Problem to solve —
Output must match the data below exactly from its first line through the line that contains "const empty: Network", with no other line.

^^^^^^^^^^^^^^^^

import { readFileSync } from "node:fs";
import fc from "fast-check";
import { describe, expect, it } from "vitest";
import {
  busSchema,
  lineSchema,
  loadSchema,
  shuntSchema,
  sourceSchema,
  transformerSchema,
  validateNetwork,
  type Network,
} from "#solver/schema.ts";
import { documentToFlow, replaceElement, sheetGeometry, type SheetContent } from "#app/components/sheet/flowModel.ts";
import { indexElements } from "#app/lib/networkElements.ts";
import {
  connectTerminal,
  copyItems,
  deleteItems,
  newPartElement,
  partKinds,
  pasteClipboard,
  placePart,
} from "#app/components/sheet/sheetEdits.ts";

function demo(): Network {
  const parsed = validateNetwork(JSON.parse(readFileSync("tests/fixtures/tarn-head-calder-flats.json", "utf8")));
  if (!parsed.ok) throw new Error("demo network does not validate");
  return parsed.network;
}

const empty: Network = {
  format: "kilostep.network", version: 1, name: "Empty", frequencyHz: 50, baseMVA: 100,
  buses: [], sources: [], transformers: [], lines: [], loads: [], shunts: [],
};

describe("placing parts", () => {
  it("gives every part values its own schema accepts, apart from the bus it is not yet wired to", () => {
    const schemas = {
      busbar: busSchema, grid: sourceSchema, generator: sourceSchema, transformer: transformerSchema,
      overhead: lineSchema, cable: lineSchema, load: loadSchema, capacitor: shuntSchema,
    };
    for (const part of partKinds) {
      const element = newPartElement(empty, part, "x-1");
      const parsed = schemas[part].safeParse(element);
      const paths = parsed.success ? [] : parsed.error.issues.map((i) => i.path.join("."));
      expect(paths.every((p) => ["bus", "hvBus", "lvBus", "fromBus", "toBus"].includes(p)), `${part}: ${paths}`).toBe(true);
    }
  });

  it("starts a transformer at 10 MVA, 33/11 kV, 8 %, Dyn11 and a line at 5 km of 0.2 ohm/km", () => {
    expect(newPartElement(empty, "transformer", "t")).toMatchObject({ ratedMVA: 10, hvKV: 33, lvKV: 11, impedancePct: 8, vectorGroup: "Dyn11" });
    expect(newPartElement(empty, "overhead", "l")).toMatchObject({ kind: "overhead", lengthKm: 5, rOhmPerKm: 0.2 });
  });

  it("gives unique ids and names and keeps the drop position", () => {
    let content: SheetContent = { document: empty, layout: {} };
    const ids: string[] = [];
    for (let i = 0; i < 3; i++) {
      const placed = placePart(content, "load", { x: 100 * i, y: 40 });
      content = placed;
      ids.push(placed.id);
    }
    expect(new Set(ids).size).toBe(3);
    expect(new Set(content.document.loads.map((l) => l.name)).size).toBe(3);
    const flow = documentToFlow(content.document, content.layout);
    expect(flow.nodes.find((n) => n.id === ids[2])!.position).toEqual({ x: 200, y: 40 });
    expect(flow.edges).toHaveLength(0);
  });

  it("connects a load dropped onto a busbar", () => {
    const placed = placePart({ document: demo(), layout: {} }, "load", { x: 962, y: 140 }, "b-town");
    expect(placed.document.loads.find((l) => l.id === placed.id)!.bus).toBe("b-town");
  });
});

describe("connecting terminals", () => {
  it("sets the reference and keeps the element where it was drawn", () => {
    const placed = placePart({ document: demo(), layout: {} }, "capacitor", { x: 1100, y: 300 });
    const connected = connectTerminal(placed, placed.id, "t", "b-town");
    expect(connected.document.shunts.find((s) => s.id === placed.id)!.bus).toBe("b-town");
    const centre = sheetGeometry(connected.document, connected.layout).centers.get(placed.id);
    expect(centre).toEqual({ x: 1100, y: 300 });
  });

  it("adopts the bus voltage for a transformer winding more than 15 % away, and says so", () => {
    const placed = placePart({ document: demo(), layout: {} }, "transformer", { x: 600, y: 300 });
    const connected = connectTerminal(placed, placed.id, "hv", "b-calder-66");
    expect(connected.document.transformers.find((t) => t.id === placed.id)!.hvKV).toBe(66);
    expect(connected.notice).toMatch(/HV winding .* set to 66 kV/);
    // 11 kV is the new transformer's LV winding already: nothing to adjust
    const both = connectTerminal(connected, placed.id, "lv", "b-calder-11");
    expect(both.notice).toBeUndefined();
  });

  it("ignores a wire to something that is not a busbar", () => {
    const content = { document: demo(), layout: {} };
    expect(connectTerminal(content, "ld-town", "t", "l-town")).toBe(content);
    expect(connectTerminal(content, "b-town", "t", "b-mine")).toBe(content);
  });
});

describe("deleting", () => {
  it("removes an element and loosens the wires of a deleted busbar without moving anything", () => {
    const content = { document: demo(), layout: {} };
    const before = sheetGeometry(content.document, content.layout);
    const after = deleteItems(content, ["b-town"]);
    expect(after.document.buses.some((b) => b.id === "b-town")).toBe(false);
    expect(after.document.loads.find((l) => l.id === "ld-town")!.bus).toBe("");
    expect(after.document.lines.find((l) => l.id === "l-town")!.toBus).toBe("");
    const geometry = sheetGeometry(after.document, after.layout);
    expect(geometry.centers.get("ld-town")).toEqual(before.centers.get("ld-town"));
    expect(geometry.centers.get("l-town")).toEqual(before.centers.get("l-town"));
  });

  it("takes a deleted element out of the operating cases that mention it, so the network still validates", () => {
    const doc = { ...demo(), cases: [{ id: "repair", name: "Repair", loadScale: 1, loads: { "ld-town": 0.5, "ld-mine": 1.2 }, outOfService: ["l-town", "c-calder"] }] };
    const after = deleteItems({ document: doc, layout: {} }, ["c-calder", "ld-town"]);
    expect(after.document.cases![0]).toMatchObject({ loads: { "ld-mine": 1.2 }, outOfService: ["l-town"] });
    expect(validateNetwork(after.document).ok).toBe(true);
  });

  it("cuts a single wire by its id", () => {
    const after = deleteItems({ document: demo(), layout: {} }, ["t-tarn~lv"]);
    expect(after.document.transformers.find((t) => t.id === "t-tarn")).toMatchObject({ hvBus: "b-tarn-66", lvBus: "" });
  });
});

describe("copy and paste", () => {
  it("renews ids and remaps references among the copies", () => {
    const content = { document: demo(), layout: {} };
    const clip = copyItems(content, ["b-mine", "ld-mine"])!;
    const pasted = pasteClipboard(content, clip, { x: 40, y: 40 });
    expect(pasted.ids).toHaveLength(2);
    const newBus = pasted.document.buses.find((b) => pasted.ids.includes(b.id))!;
    const newLoad = pasted.document.loads.find((l) => pasted.ids.includes(l.id))!;
    expect(newBus.id).not.toBe("b-mine");
    expect(newLoad.bus).toBe(newBus.id);
    expect(newBus).toMatchObject({ x: 1000, y: -80, nominalKV: 11 });
    const ids = [...indexElements(pasted.document).keys()];
    expect(new Set(ids).size).toBe(ids.length);
  });

  it("lets references to uncopied buses come loose, placed at the shifted position", () => {
    const content = { document: demo(), layout: {} };
    const before = sheetGeometry(content.document, content.layout).centers.get("ld-town")!;
    const pasted = pasteClipboard(content, copyItems(content, ["ld-town"])!, { x: 40, y: 40 });
    const load = pasted.document.loads.find((l) => l.id === pasted.ids[0])!;
    expect(load.bus).toBe("");
    expect(sheetGeometry(pasted.document, pasted.layout).centers.get(load.id)).toEqual({ x: before.x + 40, y: before.y + 40 });
  });
});

describe("drawing the hydro chain from the parts shelf", () => {
  it("gives a document that validates and matches the demo's topology", () => {
    let content: SheetContent = { document: { ...empty, name: "Drawn" }, layout: {} };
    const place = (part: Parameters<typeof placePart>[1], x: number, y = 0) => {
      const placed = placePart(content, part, { x, y });
      content = placed;
      return placed.id;
    };
    const set = (id: string, values: Record<string, unknown>) => {
      const entry = indexElements(content.document).get(id)!;
      content = { ...content, document: replaceElement(content.document, entry, { ...entry.element, ...values } as never) };
    };
    const connect = (id: string, terminal: Parameters<typeof connectTerminal>[2], bus: string) => {
      content = connectTerminal(content, id, terminal, bus);
    };
    const b11 = place("busbar", 0);
    const b66 = place("busbar", 240);
    const c66 = place("busbar", 480);
    const c11 = place("busbar", 720);
    set(b66, { nominalKV: 66 });
    set(c66, { nominalKV: 66 });
    const gen = place("generator", -120);
    connect(gen, "t", b11);
    const up = place("transformer", 120);
    connect(up, "hv", b66);
    connect(up, "lv", b11);
    const line = place("overhead", 360);
    connect(line, "from", b66);
    connect(line, "to", c66);
    const down = place("transformer", 600);
    connect(down, "hv", c66);
    connect(down, "lv", c11);
    const load = place("load", 840);
    connect(load, "t", c11);
    const result = validateNetwork(content.document);
    expect(result.ok ? [] : result.issues).toEqual([]);
    expect(content.document.transformers.map((t) => [t.hvKV, t.lvKV])).toEqual([[66, 11], [66, 11]]);
    expect(content.document.sources[0].control).toBe("slack");
  });
});

describe("random edits (property)", () => {
  it("never throw, keep ids unique and never wire to a missing bus", () => {
    const step = fc.oneof(
      fc.record({ op: fc.constant("place" as const), part: fc.constantFrom(...partKinds), x: fc.integer({ min: -500, max: 500 }) }),
      fc.record({ op: fc.constant("connect" as const), a: fc.nat(), b: fc.nat() }),
      fc.record({ op: fc.constant("delete" as const), a: fc.nat() }),
      fc.record({ op: fc.constant("paste" as const), a: fc.nat() }),
    );
    fc.assert(
      fc.property(fc.array(step, { maxLength: 30 }), (steps) => {
        let content: SheetContent = { document: demo(), layout: {} };
        for (const s of steps) {
          const ids = [...indexElements(content.document).keys()];
          if (s.op === "place") content = placePart(content, s.part, { x: s.x, y: 0 });
          else if (s.op === "delete" && ids.length) content = deleteItems(content, [ids[s.a % ids.length]]);
          else if (s.op === "paste" && ids.length) {
            const clip = copyItems(content, [ids[s.a % ids.length]]);
            if (clip) content = pasteClipboard(content, clip, { x: 40, y: 40 });
          } else if (s.op === "connect" && ids.length && content.document.buses.length) {
            const id = ids[s.a % ids.length];
            const bus = content.document.buses[s.b % content.document.buses.length].id;
            for (const t of ["t", "hv", "from"] as const) content = connectTerminal(content, id, t, bus);
          }
        }
        const all = [...indexElements(content.document).keys()];
        // Every element collection; the operating cases are not elements.
        const count = Object.entries(content.document)
          .filter(([key, list]) => Array.isArray(list) && key !== "cases")
          .reduce((n, [, list]) => n + (list as unknown[]).length, 0);
        expect(all.length).toBe(count);
        const buses = new Set(content.document.buses.map((b) => b.id));
        for (const edge of documentToFlow(content.document, content.layout).edges) expect(buses.has(edge.target)).toBe(true);
      }),
      { numRuns: 60 },
    );
  });
});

^^^^^^^^^^^^^^^^

Problem solution —
import { readFileSync } from "node:fs";
import fc from "fast-check";
import { describe, expect, it } from "vitest";
import {
  busSchema,
  lineSchema,
  loadSchema,
  shuntSchema,
  sourceSchema,
  transformerSchema,
  validateNetwork,
  type Network,
} from "#solver/schema.ts";
import { documentToFlow, replaceElement, sheetGeometry, type SheetContent } from "#app/components/sheet/flowModel.ts";
import { indexElements } from "#app/lib/networkElements.ts";
import {
  connectTerminal,
  copyItems,
  deleteItems,
  newPartElement,
  partKinds,
  pasteClipboard,
  placePart,
} from "#app/components/sheet/sheetEdits.ts";

function demo(): Network {
  const parsed = validateNetwork(JSON.parse(readFileSync("tests/fixtures/tarn-head-calder-flats.json", "utf8")));
  if (!parsed.ok) throw new Error("demo network does not validate");
  return parsed.network;
}

const empty: Network = {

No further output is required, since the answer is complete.